──────── SOURCE DATA

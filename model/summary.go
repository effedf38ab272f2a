package model

import "math"

// CurrentWeeks is how many final weeks define "current spend" (the status
// quo of a plan and the point where marginal ROI is read).
const CurrentWeeks = 13

// CurrentSpend returns each channel's mean weekly spend over the last
// CurrentWeeks weeks (or all weeks if fewer).
func (d *Design) CurrentSpend() []float64 {
	out := make([]float64, len(d.Spend))
	for k, x := range d.Spend {
		w := min(CurrentWeeks, len(x))
		var s float64
		for _, v := range x[len(x)-w:] {
			s += v
		}
		out[k] = s / float64(w)
	}
	return out
}

// ChannelSummary describes one channel of a fitted model. Money figures
// are in currency; valuePerKPI converts a KPI counted in units.
type ChannelSummary struct {
	Name              string  `json:"name"`
	SpendShare        float64 `json:"spend_share"`
	ContributionShare float64 `json:"contribution_share"` // of the media contribution
	ROI               float64 `json:"roi"`                // contribution value / spend over the data
	MROI              float64 `json:"mroi"`               // marginal ROI at current spend over the horizon
	HalfLifeWeeks     float64 `json:"half_life_weeks"`
	Saturation        float64 `json:"saturation"` // sat() at the steady-state adstock of current spend, 0..1
	CurrentSpend      float64 `json:"current_spend"`
	Contribution      float64 `json:"contribution"` // KPI over the data
}

// Summarize computes the per-channel figures of README.md for parameters p.
func (d *Design) Summarize(p Params, valuePerKPI float64) []ChannelSummary {
	K := len(d.Spec.Channels)
	out := make([]ChannelSummary, K)
	cur := d.CurrentSpend()
	var totalSpend, totalContrib float64
	m := make([]float64, d.N)
	for k, cp := range p.Channels {
		c := d.Spec.Channels[k]
		d.Media(m, k, cp)
		var contrib, spend float64
		for t := range m {
			contrib += cp.BetaAt(t) * m[t] // Beta unless the effectiveness drifts
			spend += d.Spend[k][t]
		}
		totalSpend += spend
		totalContrib += contrib
		s := ChannelSummary{Name: c.Name, Contribution: contrib, CurrentSpend: cur[k]}
		if spend > 0 {
			s.ROI = contrib * valuePerKPI / spend
		}
		curve := d.NewCurve(k, cp, d.Spec.Horizon)
		_, dr := curve.Eval(cur[k])
		s.MROI = dr / float64(d.Spec.Horizon) * valuePerKPI
		s.HalfLifeWeeks = halfLife(c, cp)
		g, _, _ := kernelSum(c, cp)
		s.Saturation = saturate(c.Saturation, cur[k]*g, d.HalfSatLevel(k, cp), cp.Shape)
		s.Contribution = contrib
		out[k] = s
		out[k].SpendShare = spend
	}
	for k := range out {
		out[k].SpendShare /= totalSpend
		if totalContrib > 0 {
			out[k].ContributionShare = out[k].Contribution / totalContrib
		}
	}
	return out
}

// kernelSum is the total weight G of the adstock kernel (the steady-state
// adstock of one unit of weekly spend) and its derivatives with respect to
// the decay λ and the peak θ.
func kernelSum(c ChannelSpec, cp ChannelParams) (g, dl, dp float64) {
	if c.Adstock == AdstockDelayed {
		for l := range c.MaxLag {
			w := DelayedWeight(l, cp.Decay, cp.Peak)
			g += w
			if cp.Decay > 0 {
				d := float64(l) - cp.Peak
				dl += d * d * w / cp.Decay
				dp += -2 * d * math.Log(cp.Decay) * w
			}
		}
		return g, dl, dp
	}
	r := 1 / (1 - cp.Decay)
	return r, r * r, 0
}

// HalfSatLevel is the adstock level at which channel k's response is half
// saturated: K = κ · m · G, with m the mean weekly spend and G the kernel's
// total weight. Scaling by G makes κ the multiple of the steady-state
// adstock of mean spend, so κ = 1 means "half saturated at mean spend"
// whatever the carryover, and decay and κ do not trade off.
func (d *Design) HalfSatLevel(k int, cp ChannelParams) float64 {
	g, _, _ := kernelSum(d.Spec.Channels[k], cp)
	return cp.HalfSat * d.MeanSpend[k] * g
}

// halfLife is the geometric half-life, or for the delayed kernel the lag
// after its peak at which the weight falls to half: θ + sqrt(ln 0.5/ln λ).
func halfLife(c ChannelSpec, cp ChannelParams) float64 {
	if c.Adstock == AdstockDelayed {
		if cp.Decay <= 0 {
			return cp.Peak
		}
		return cp.Peak + math.Sqrt(math.Log(0.5)/math.Log(cp.Decay))
	}
	return HalfLife(cp.Decay)
}

// Stats are in-sample fit statistics.
type Stats struct {
	R2           float64 `json:"r2"`
	WMAPE        float64 `json:"wmape"` // Σ|e| / Σ|y|
	Sigma        float64 `json:"sigma"` // residual SD, √(SSE/(n − parameters))
	DurbinWatson float64 `json:"durbin_watson"`
}

// FitStats computes in-sample statistics of residuals e against y with
// nparams estimated parameters.
func FitStats(y, e []float64, nparams int) Stats {
	var mean float64
	for _, v := range y {
		mean += v
	}
	mean /= float64(len(y))
	var sse, sst, sae, say, dw float64
	for t, v := range e {
		sse += v * v
		sst += (y[t] - mean) * (y[t] - mean)
		sae += math.Abs(v)
		say += math.Abs(y[t])
		if t > 0 {
			dw += (v - e[t-1]) * (v - e[t-1])
		}
	}
	st := Stats{R2: 1 - sse/sst, WMAPE: sae / say}
	if dof := len(y) - nparams; dof > 0 {
		st.Sigma = math.Sqrt(sse / float64(dof))
	}
	if sse > 0 {
		st.DurbinWatson = dw / sse
	}
	return st
}

// SupportWeeks is the window of the averages that describe the spend the
// data has seen (the gate's support guard).
const SupportWeeks = 4

// Support returns, per channel, the lowest and the highest average weekly
// spend over any SupportWeeks consecutive weeks of the data. Each window is
// summed afresh (no running sum): a running sum s += x[t] - x[t-w] drifts by
// round-off and can end below zero after a run of zero weeks, while a sum of
// non-negative spends is exactly >= 0 and exactly 0 over an all-zero window.
func (d *Design) Support() (low, high []float64) {
	low = make([]float64, len(d.Spend))
	high = make([]float64, len(d.Spend))
	for k, x := range d.Spend {
		w := min(SupportWeeks, len(x))
		if w == 0 {
			continue
		}
		lo, hi := math.Inf(1), math.Inf(-1)
		for t := w; t <= len(x); t++ {
			var s float64
			for _, v := range x[t-w : t] {
				s += v
			}
			lo, hi = math.Min(lo, s), math.Max(hi, s)
		}
		low[k], high[k] = lo/float64(w), hi/float64(w)
	}
	return low, high
}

────────────────

The answer must consist of all the entries, copied exactly.

**RESULT**
filename model/summary.go
repository effedf38ab272f2a
package model

import "math"

// CurrentWeeks is how many final weeks define "current spend" (the status
// quo of a plan and the point where marginal ROI is read).
const CurrentWeeks = 13

// CurrentSpend returns each channel's mean weekly spend over the last
// CurrentWeeks weeks (or all weeks if fewer).
func (d *Design) CurrentSpend() []float64 {
	out := make([]float64, len(d.Spend))
	for k, x := range d.Spend {
		w := min(CurrentWeeks, len(x))
		var s float64
		for _, v := range x[len(x)-w:] {
			s += v
		}
		out[k] = s / float64(w)
	}
	return out
}

// ChannelSummary describes one channel of a fitted model. Money figures
// are in currency; valuePerKPI converts a KPI counted in units.
type ChannelSummary struct {
	Name              string  `json:"name"`
	SpendShare        float64 `json:"spend_share"`
	ContributionShare float64 `json:"contribution_share"` // of the media contribution
	ROI               float64 `json:"roi"`                // contribution value / spend over the data
	MROI              float64 `json:"mroi"`               // marginal ROI at current spend over the horizon
	HalfLifeWeeks     float64 `json:"half_life_weeks"`
	Saturation        float64 `json:"saturation"` // sat() at the steady-state adstock of current spend, 0..1
	CurrentSpend      float64 `json:"current_spend"`
	Contribution      float64 `json:"contribution"` // KPI over the data
}

// Summarize computes the per-channel figures of README.md for parameters p.
func (d *Design) Summarize(p Params, valuePerKPI float64) []ChannelSummary {
	K := len(d.Spec.Channels)
	out := make([]ChannelSummary, K)
	cur := d.CurrentSpend()
	var totalSpend, totalContrib float64
	m := make([]float64, d.N)
	for k, cp := range p.Channels {
		c := d.Spec.Channels[k]
		d.Media(m, k, cp)
		var contrib, spend float64
		for t := range m {
			contrib += cp.BetaAt(t) * m[t] // Beta unless the effectiveness drifts
			spend += d.Spend[k][t]
		}
		totalSpend += spend
		totalContrib += contrib
		s := ChannelSummary{Name: c.Name, Contribution: contrib, CurrentSpend: cur[k]}
		if spend > 0 {
			s.ROI = contrib * valuePerKPI / spend
		}
		curve := d.NewCurve(k, cp, d.Spec.Horizon)
		_, dr := curve.Eval(cur[k])
		s.MROI = dr / float64(d.Spec.Horizon) * valuePerKPI
		s.HalfLifeWeeks = halfLife(c, cp)
		g, _, _ := kernelSum(c, cp)
		s.Saturation = saturate(c.Saturation, cur[k]*g, d.HalfSatLevel(k, cp), cp.Shape)
		s.Contribution = contrib
		out[k] = s
		out[k].SpendShare = spend
	}
	for k := range out {
		out[k].SpendShare /= totalSpend
		if totalContrib > 0 {
			out[k].ContributionShare = out[k].Contribution / totalContrib
		}
	}
	return out
}

// kernelSum is the total weight G of the adstock kernel (the steady-state
// adstock of one unit of weekly spend) and its derivatives with respect to
// the decay λ and the peak θ.
func kernelSum(c ChannelSpec, cp ChannelParams) (g, dl, dp float64) {
	if c.Adstock == AdstockDelayed {
		for l := range c.MaxLag {
			w := DelayedWeight(l, cp.Decay, cp.Peak)
			g += w
			if cp.Decay > 0 {
				d := float64(l) - cp.Peak
				dl += d * d * w / cp.Decay
				dp += -2 * d * math.Log(cp.Decay) * w
			}
		}
		return g, dl, dp
	}
	r := 1 / (1 - cp.Decay)
	return r, r * r, 0
}

// HalfSatLevel is the adstock level at which channel k's response is half
// saturated: K = κ · m · G, with m the mean weekly spend and G the kernel's
// total weight. Scaling by G makes κ the multiple of the steady-state
// adstock of mean spend, so κ = 1 means "half saturated at mean spend"
// whatever the carryover, and decay and κ do not trade off.
func (d *Design) HalfSatLevel(k int, cp ChannelParams) float64 {
	g, _, _ := kernelSum(d.Spec.Channels[k], cp)
	return cp.HalfSat * d.MeanSpend[k] * g
}

// halfLife is the geometric half-life, or for the delayed kernel the lag
// after its peak at which the weight falls to half: θ + sqrt(ln 0.5/ln λ).
func halfLife(c ChannelSpec, cp ChannelParams) float64 {
	if c.Adstock == AdstockDelayed {
		if cp.Decay <= 0 {
			return cp.Peak
		}
		return cp.Peak + math.Sqrt(math.Log(0.5)/math.Log(cp.Decay))
	}
	return HalfLife(cp.Decay)
}

// Stats are in-sample fit statistics.
type Stats struct {
	R2           float64 `json:"r2"`
	WMAPE        float64 `json:"wmape"` // Σ|e| / Σ|y|
	Sigma        float64 `json:"sigma"` // residual SD, √(SSE/(n − parameters))
	DurbinWatson float64 `json:"durbin_watson"`
}

// FitStats computes in-sample statistics of residuals e against y with
// nparams estimated parameters.
func FitStats(y, e []float64, nparams int) Stats {
	var mean float64
	for _, v := range y {
		mean += v
	}
	mean /= float64(len(y))
	var sse, sst, sae, say, dw float64
	for t, v := range e {
		sse += v * v
		sst += (y[t] - mean) * (y[t] - mean)
		sae += math.Abs(v)
		say += math.Abs(y[t])
		if t > 0 {
			dw += (v - e[t-1]) * (v - e[t-1])
		}
	}
	st := Stats{R2: 1 - sse/sst, WMAPE: sae / say}
	if dof := len(y) - nparams; dof > 0 {
		st.Sigma = math.Sqrt(sse / float64(dof))
	}
	if sse > 0 {
		st.DurbinWatson = dw / sse
	}
	return st
}

// SupportWeeks is the window of the averages that describe the spend the
// data has seen (the gate's support guard).
const SupportWeeks = 4

// Support returns, per channel, the lowest and the highest average weekly
// spend over any SupportWeeks consecutive weeks of the data. Each window is
// summed afresh (no running sum): a running sum s += x[t] - x[t-w] drifts by
// round-off and can end below zero after a run of zero weeks, while a sum of
// non-negative spends is exactly >= 0 and exactly 0 over an all-zero window.
func (d *Design) Support() (low, high []float64) {
	low = make([]float64, len(d.Spend))
	high = make([]float64, len(d.Spend))
	for k, x := range d.Spend {
		w := min(SupportWeeks, len(x))
		if w == 0 {
			continue
		}
		lo, hi := math.Inf(1), math.Inf(-1)
		for t := w; t <= len(x); t++ {
			var s float64
			for _, v := range x[t-w : t] {
				s += v
			}
			lo, hi = math.Min(lo, s), math.Max(hi, s)
		}
		low[k], high[k] = lo/float64(w), hi/float64(w)
	}
	return low, high
}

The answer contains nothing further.